[Stored data entries]
++++++++

describe('runComparison against numpy', () => {
  it.each([
    ['global', '0-100 m'],
    ['global', '100-1500 m'],
    ['global', 'all'],
    ['global', 'bottom'],
    ['west', '0-100 m'],
    ['west', 'all'],
    ['west', 'bottom'],
  ])('%s, %s: n, weight, means, bias, RMSE, std, r and compared share equal numpy', (region, layer) => {
    const e = expected[`${region}|${layer === 'all' ? 'all' : layer}`];
    const r = row(result.rows, 'Same grid', region, layer);
    expect(r.n).toBe(e.n);
    // the model is converted to umol kg-1 in float32, so agreement is to float32 precision
    for (const k of ['weight', 'model_mean', 'ref_mean', 'bias', 'rmse', 'model_std', 'ref_std', 'corr', 'compared_fraction'] as const) {
      close(r[k] as number, e[k], k === 'weight' || k === 'compared_fraction' ? 1e-10 : 2e-6, k);
    }
    expect(r.units).toBe('umol kg-1');
  });

  it("every row with data obeys Taylor (2001) E'² = σm² + σr² − 2σmσrR and Jolliff et al. (2009) RMSE² = bias² + E'²", () => {
    let checked = 0;
    for (const r of result.rows) {
      if (r.n < 2 || r.corr === null) continue;
      const scale = r.model_std! ** 2 + r.ref_std! ** 2;
      expect(Math.abs(r.crmse! ** 2 - (scale - 2 * r.model_std! * r.ref_std! * r.corr))).toBeLessThan(1e-10 * scale);
      expect(Math.abs(r.rmse! ** 2 - (r.bias! ** 2 + r.crmse! ** 2))).toBeLessThan(1e-12 * r.rmse! ** 2);
      checked++;
    }
    expect(checked).toBeGreaterThan(40);
  });

  it('regrids the coarse run onto the reference grid and converts it with the nominal density (flagged)', () => {
    const info = result.variables[0];
    expect(info.regridded).toEqual(['Coarse']);
    expect(info.conversions.map((c) => c.source)).toEqual(['Same grid', 'Coarse']);
    expect(info.conversions[0].note).toMatch(/nominal density of 1025 kg m-3/);
    const r = row(result.rows, 'Coarse', 'global', 'all');
    expect(r.n).toBeGreaterThan(100);
    expect(r.bias).not.toBeNull();
  });

  it('rows for every run × region × layer; no NaN anywhere; the multi-tracer cost is RMSE/|ref mean| of the global full depth', () => {
    expect(result.rows.length).toBe(2 * 7 * 4);
    for (const r of result.rows) for (const v of Object.values(r)) expect(Number.isNaN(v)).toBe(false);
    const g = row(result.rows, 'Same grid', 'global', 'all');
    // layers here span the full depth 0-1500 m, so "all" is the cost's comparison
    expect(result.costs[0].cost).toBeCloseTo(g.rmse! / Math.abs(g.ref_mean!), 12);
  });

  it('every basin row together holds exactly the global cells (basins partition the grid)', () => {
    const basins = ['atlantic', 'pacific', 'indian', 'southern', 'arctic'];
    const n = basins.map((b) => row(result.rows, 'Same grid', b, 'all').n).reduce((a, b) => a + b, 0);
    expect(n).toBe(row(result.rows, 'Same grid', 'global', 'all').n);
  });

  it('bottom with a tolerance of 100 m keeps only columns whose seafloors are close (numpy)', async () => {
    const res = await runComparison(validateRecipe(recipe({ runs: [recipe().runs[0]], layers: ['bottom'], options: { bottomTolerance: 100 } }), fx), { cacheDir: cache });
    for (const region of ['global', 'west']) {
      const e = expected[`${region}|bottom|tol100`];
      const r = row(res.rows, 'Same grid', region, 'bottom');
      expect(r.n).toBe(e.n);
      close(r.bias, e.bias, 2e-6, 'bias');
      close(r.compared_fraction, e.compared_fraction, 1e-10, 'compared_fraction');
      expect(r.n).toBeLessThan(row(result.rows, 'Same grid', region, 'bottom').n);
    }
  });

  it('density from temperature and salinity: TEOS-10 conversion equals numpy with gsw.rho (python3-gsw)', async () => {
    const res = await runComparison(
      validateRecipe(
        {
          ...recipe(),
          reference: { label: 'Climatology', variables: { PO4: { file: 'ref.nc', name: 'p_mean' }, T: { file: 'ts.nc', name: 'theta' }, S: { file: 'ts.nc', name: 'salt' } } },
          runs: [recipe().runs[0]],
          regions: ['global'],
          layers: ['all'],
          options: { density: { fields: { temperature: 'T', salinity: 'S' } } },
        },
        fx,
      ),
      { cacheDir: cache },
    );
    const e = expected['global|all|teos10'];
    const r = row(res.rows.filter((x) => x.variable === 'PO4'), 'Same grid', 'global', 'all');
    expect(r.n).toBe(e.n);
    // our pressure comes from a low-order depth relation, gsw's from p_from_z: densities agree to ~1e-6
    for (const k of ['model_mean', 'bias', 'rmse', 'corr'] as const) close(r[k] as number, e[k], 2e-5, k);
    expect(res.variables.find((v) => v.variable === 'PO4')!.conversions[0].note).toMatch(/TEOS-10 density from the reference's T and S/);
    // and it differs from the nominal-density result by more than that tolerance
    expect(Math.abs(r.model_mean! - row(result.rows, 'Same grid', 'global', 'all').model_mean!)).toBeGreaterThan(1e-4);
  });

  it('a derived variable 16·PO4 + 2.9: bias and RMSE scale by 16, correlation unchanged (linear algebra)', async () => {
    const res = await runComparison(
      validateRecipe({ ...recipe(), runs: [recipe().runs[0]], regions: ['global'], layers: ['all', [0, 100]], options: { derived: { N16: { expression: '16 * PO4 + 2.9', units: 'umol kg-1' } }, logStats: ['PO4'] } }, fx),
      { cacheDir: cache },
    );
    for (const layer of ['all', '0-100 m']) {
      const p = row(res.rows.filter((x) => x.variable === 'PO4'), 'Same grid', 'global', layer);
      const d = row(res.rows.filter((x) => x.variable === 'N16'), 'Same grid', 'global', layer);
      expect(d.n).toBe(p.n);
      expect(d.bias! / p.bias!).toBeCloseTo(16, 4);
      expect(d.rmse! / p.rmse!).toBeCloseTo(16, 4);
      expect(d.corr!).toBeCloseTo(p.corr!, 6);
      expect(d.ref_mean!).toBeCloseTo(16 * p.ref_mean! + 2.9, 4);
      // log10 statistics were asked for PO4 only
      expect(p.log10_n).toBe(p.n);
      expect(d.log10_n).toBeUndefined();
    }
    expect(res.variables.map((v) => v.variable)).toEqual(['PO4', 'N16']);
    expect(res.costs[0].terms.map((t) => t.variable)).toEqual(['PO4', 'N16']);
  });

  it('a regular common grid with its own depth edges: reference and runs are all regridded onto it', async () => {
    const res = await runComparison(
      validateRecipe({ ...recipe(), regions: ['global', 'southern'], layers: ['all'], options: { commonGrid: { regular: { dlon: 20, dlat: 20 }, depthEdges: [0, 100, 1500] } } }, fx),
      { cacheDir: cache },
    );
    const info = res.variables[0];
    expect(info.grid).toEqual({ nx: 18, ny: 9, nz: 2, kind: 'rectilinear' });
    expect(info.regridded).toEqual(['Climatology', 'Same grid', 'Coarse']);
    const r = row(res.rows, 'Same grid', 'global', 'all');
    expect(r.n).toBeGreaterThan(100);
    expect(r.n).toBeLessThanOrEqual(18 * 9 * 2);
    // a sanity check only (conservation itself is the regridding's own test): the seafloor, masks and the
    // 50 % coverage rule change which volume is compared, so the means move by some per cent, not by factors
    const fine = row(result.rows, 'Same grid', 'global', 'all');
    expect(Math.abs(r.ref_mean! - fine.ref_mean!) / fine.ref_mean!).toBeLessThan(0.15);
    expect(Math.sign(r.bias!)).toBe(Math.sign(fine.bias!));
    expect(row(res.rows, 'Same grid', 'southern', 'all').n).toBeLessThan(r.n);
  });

  it('a mask variable without CF flags, or an unknown flag: one sentence naming the recipe path and the file', async () => {
    const base = { ...recipe(), runs: [recipe().runs[0]], layers: ['all'] };
    await expect(runComparison(validateRecipe({ ...base, regions: [{ mask: 'ref.nc', variable: 'p_mean' }] }, fx), { cacheDir: cache })).rejects.toThrow(
      /^regions\[0\]: .*ref\.nc, variable 'p_mean': a region mask needs the attributes flag_values and flag_meanings\.$/,
    );
    await expect(runComparison(validateRecipe({ ...base, regions: [{ mask: 'mask.nc', variable: 'basin', flags: ['north'] }] }, fx), { cacheDir: cache })).rejects.toThrow(
      /^regions\[0\]: .*mask\.nc: no flag meaning 'north' \(it has west, east\)\.$/,
    );
  });

  it('a region with no compared cells is a row with n = 0 and a note, not a crash', async () => {
    const dir = mkdtempSync(join(tmpdir(), 'sw-empty-'));
    for (const f of ['ref.nc', 'run_same.nc']) writeFileSync(join(dir, f), readFileSync(join(fx, f)));
    // a polygon smaller than a cell, away from every cell centre
    writeFileSync(join(dir, 'tiny.geojson'), JSON.stringify({ type: 'Feature', properties: { name: 'speck' }, geometry: { type: 'Polygon', coordinates: [[[1, 1], [2, 1], [2, 2], [1, 1]]] } }));
    const res = await runComparison(validateRecipe({ ...recipe(), runs: [recipe().runs[0]], regions: [{ geojson: 'tiny.geojson' }], layers: ['all'] }, dir), { cacheDir: cache });
    expect(res.rows).toHaveLength(1);
    expect(res.rows[0]).toMatchObject({ region: 'speck', n: 0, bias: null, rmse: null, corr: null });
    expect(res.rows[0].note).toMatch(/no compared cells/);
  });
});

++++++++

→ **THE TASK**: What is needed is an exact copy of the lines above, from the one containing "temperature: 'T', salinity: 'S'" through the one containing "than that tolerance", with nothing added.

→ **TASK SOLUTION**:
          options: { density: { fields: { temperature: 'T', salinity: 'S' } } },
        },
        fx,
      ),
      { cacheDir: cache },
    );
    const e = expected['global|all|teos10'];
    const r = row(res.rows.filter((x) => x.variable === 'PO4'), 'Same grid', 'global', 'all');
    expect(r.n).toBe(e.n);
    // our pressure comes from a low-order depth relation, gsw's from p_from_z: densities agree to ~1e-6
    for (const k of ['model_mean', 'bias', 'rmse', 'corr'] as const) close(r[k] as number, e[k], 2e-5, k);
    expect(res.variables.find((v) => v.variable === 'PO4')!.conversions[0].note).toMatch(/TEOS-10 density from the reference's T and S/);
    // and it differs from the nominal-density result by more than that tolerance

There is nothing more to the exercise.